Il suo nome, secondo la tradizione, deriva dalla visione che alcuni pastori
ebbero di una pioggia di stelle cadenti che li stupì e li indusse a portarsi in
un luogo dove trovarono una statua della Madonna del Puy. Era il 1085 e
il borgo aveva allora il nome latino di Gebalda che i Romani avevano dato
ad un loro insediamento in quel posto.

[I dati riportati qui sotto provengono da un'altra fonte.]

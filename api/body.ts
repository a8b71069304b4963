import type { z } from "zod";
import { pointerTo } from "@/lib/engine";
import { type Complaint, Refusal } from "@/lib/service/refusal";
import { decodeText } from "./decode-text";
import { bodyComplaints } from "./issues";

/** Largest body where an operation names no other limit, bytes. */
export const DEFAULT_MAX_BYTES = 1_000_000;

/** How much of an unwanted body is read and thrown away before the answer, bytes; beyond it the connection is cut. */
const LARGEST_DRAIN = 64_000_000;

/** How the body of an operation is read. */
export interface BodyReaders<Schema extends z.ZodType = z.ZodType> {
  readonly description: string;
  readonly schema: Schema;
  /** What the document shows where it says more than the schema that checks. */
  readonly documented?: () => z.ZodType;
  readonly maxBytes?: number;
  /** Whether it may be left out; then it counts as an empty object. */
  readonly optional?: boolean;
  /** Other media types, turned into what the schema checks. */
  readonly others?: Readonly<
    Record<
      string,
      {
        readonly description: string;
        readonly documented: z.ZodType;
        /** `text` keeps its byte order mark, if it has one. */
        readonly read: (text: string, query: URLSearchParams) => unknown;
      }
    >
  >;
}

export interface ReceivedBody {
  /** Lower case, without parameters; JSON is given as its text was parsed. */
  readonly mediaType: string;
  readonly bytes: Uint8Array;
}

/** Reads the body of a call up to its limit. Throws a Refusal of 413, 415 or 400. */
export async function receiveBody(request: Request, readers: BodyReaders): Promise<ReceivedBody | undefined> {
  const limit = readers.maxBytes ?? DEFAULT_MAX_BYTES;
  const mediaType = checkMediaType(request.headers, readers);
  const declared = Number(request.headers.get("content-length") ?? "0");
  if (!request.body) return empty(readers, mediaType);
  if (declared > limit) throw tooLarge(limit);
  const reader = request.body.getReader();
  const chunks: Uint8Array[] = [];
  let size = 0;
  for (;;) {
    const { done, value } = await reader.read();
    if (done) break;
    size += value.byteLength;
    if (size > limit) {
      await drain(reader, size);
      throw tooLarge(limit);
    }
    chunks.push(value);
  }
  if (size === 0) return empty(readers, mediaType);
  if (mediaType === undefined) throw unsupported(readers);
  return { mediaType, bytes: chunks.length === 1 ? chunks[0] : Buffer.concat(chunks, size) };
}

function tooLarge(limit: number): Refusal {
  return new Refusal("body-too-large", `The body may have at most ${limit.toLocaleString("en")} bytes.`);
}

/** An empty body. What is not JSON is for its own reader to refuse. */
function empty(readers: BodyReaders, mediaType: string | undefined): ReceivedBody | undefined {
  if (readers.optional) return undefined;
  if (mediaType !== undefined && mediaType !== "application/json")
    return { mediaType, bytes: new Uint8Array() };
  throw new Refusal("malformed-json", "The body is empty.");
}

/**
 * Throws away a body that nobody has read, because the call was refused before: the client gets to see the answer, and
 * the connection can be used again.
 */
export async function discardBody(request: Request): Promise<void> {
  if (request.body && !request.bodyUsed && !request.body.locked) await drain(request.body.getReader(), 0);
}

/** Reads on without keeping anything, so that the client gets to see the answer instead of a broken connection. */
async function drain(reader: ReadableStreamDefaultReader<Uint8Array>, from: number): Promise<void> {
  let size = from;
  for (;;) {
    const { done, value } = await reader.read();
    if (done) return;
    size += value.byteLength;
    if (size > LARGEST_DRAIN) {
      await reader.cancel();
      return;
    }
  }
}

function unsupported(readers: BodyReaders): Refusal {
  const types = ["application/json", ...Object.keys(readers.others ?? {})].join(" or ");
  return new Refusal(
    "unsupported-media-type",
    `This call reads ${types} in UTF-8, without content encoding.`,
    {
      headers: { "Accept-Post": ["application/json", ...Object.keys(readers.others ?? {})].join(", ") },
    },
  );
}

/** The media type, or undefined where none is named, which only an empty body may do. */
function checkMediaType(headers: Headers, readers: BodyReaders): string | undefined {
  const encoding = headers.get("content-encoding");
  if (encoding !== null && encoding.toLowerCase() !== "identity") throw unsupported(readers);
  const header = headers.get("content-type");
  if (header === null) return undefined;
  const [type, ...parameters] = header.split(";").map((part) => part.trim().toLowerCase());
  if (type !== "application/json" && !Object.hasOwn(readers.others ?? {}, type)) throw unsupported(readers);
  const charset = parameters
    .find((parameter) => parameter.startsWith("charset="))
    ?.slice(8)
    .replaceAll('"', "");
  if (charset !== undefined && charset !== "utf-8" && charset !== "utf8") throw unsupported(readers);
  return type;
}

/** The value that a body stands for, checked by the operation's schema. */
export function parseBody<Schema extends z.ZodType>(
  readers: BodyReaders<Schema>,
  body: ReceivedBody | undefined,
  query: URLSearchParams,
): z.infer<Schema> {
  const value = body === undefined ? {} : read(readers, body, query);
  const parsed = readers.schema.safeParse(value, { reportInput: true });
  if (parsed.success) return parsed.data;
  throw bodyRefusal(bodyComplaints(readers.schema, parsed.error.issues));
}

/** A 422 with its complaints; the first one is the detail. */
export function bodyRefusal(errors: readonly Complaint[]): Refusal {
  const [first] = errors;
  const more = errors.length > 1 ? ` (and ${errors.length - 1} more)` : "";
  const place = "pointer" in first ? first.pointer : first.parameter;
  return new Refusal("invalid-input", `${place === "#" ? "The body" : place} ${first.detail}${more}`, {
    errors,
  });
}

function read(readers: BodyReaders, body: ReceivedBody, query: URLSearchParams): unknown {
  const text = decodeText(body.bytes);
  const other = readers.others?.[body.mediaType];
  if (other) return other.read(text, query);
  let value: unknown;
  try {
    value = JSON.parse(text.startsWith("\uFEFF") ? text.slice(1) : text);
  } catch (error) {
    const place = /position \d+(?: \(line \d+ column \d+\))?/.exec(
      error instanceof Error ? error.message : "",
    );
    throw new Refusal(
      "malformed-json",
      `The body is not JSON${place ? `: reading stopped at ${place[0]}` : ""}.`,
    );
  }
  if (MAY_NAME_PROTOTYPE.test(text)) refusePrototypes(value);
  return value;
}

/** The name itself, or a letter of it written as an escape. */
const MAY_NAME_PROTOTYPE = /__proto__|\\u00/i;

/**
 * Refuses members called `__proto__`. Schemas and copies of objects pass over just this name, so it would be neither
 * used nor told, and a record would keep it.
 */
function refusePrototypes(body: unknown): void {
  const errors: Complaint[] = [];
  // Not by recursion: a body may be nested deeper than the stack.
  const open: (readonly [unknown, string])[] = [[body, "#"]];
  for (let next = open.pop(); next; next = open.pop()) {
    const [value, pointer] = next;
    if (typeof value !== "object" || value === null) continue;
    for (const [name, member] of Object.entries(value)) {
      if (name === "__proto__") {
        errors.push({ pointer: pointerTo(pointer, name), detail: "is not known here." });
      } else if (typeof member === "object") open.push([member, pointerTo(pointer, name)]);
    }
  }
  if (errors.length > 0) throw bodyRefusal(errors.slice(0, 50));
}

Il nome Estella, molto probabilmente le venne dato dai pellegrini che transitavano di qui verso il santuario di Santiago de Compostela, fu accettato nella lingua castigliana per la
sua somiglianza con "estrella", cioè stella, che ricorda il miracolo delle
stelle. La città, favorita dall'essere una località importante del Camino divenne un attivo centro commerciale che attirò molte persone dai villaggi e
dalle campagne vicine e anche franchi ed ebrei dalla Francia. Questi vi
impiantarono le loro attività commerciali e di servizio per i pellegrini.
Nel XII secolo Estella iniziò la costruzione delle chiese romaniche che la
fanno oggi chiamare la "Toledo del Nord" per i suoi monumenti e la "capitale dell'arte romanica navarra". La città raggiunse l'apice della sua prosperità nel XIII secolo quando esistevano una borsa di cambio e ben sei
ospizi per i pellegrini che vi facevano sosta in attesa di proseguire in direzione del Monasterio de
Nuestra Señora la Real. In seguito la città decadde
a causa delle continue lotte fra la Castiglia e la Navarra e di una disastrosa inondazione. Nel 1512
cadde nelle mani di Ferdinando II di Aragona e fu
ridotta ad essere un'oscura cittadina di provincia.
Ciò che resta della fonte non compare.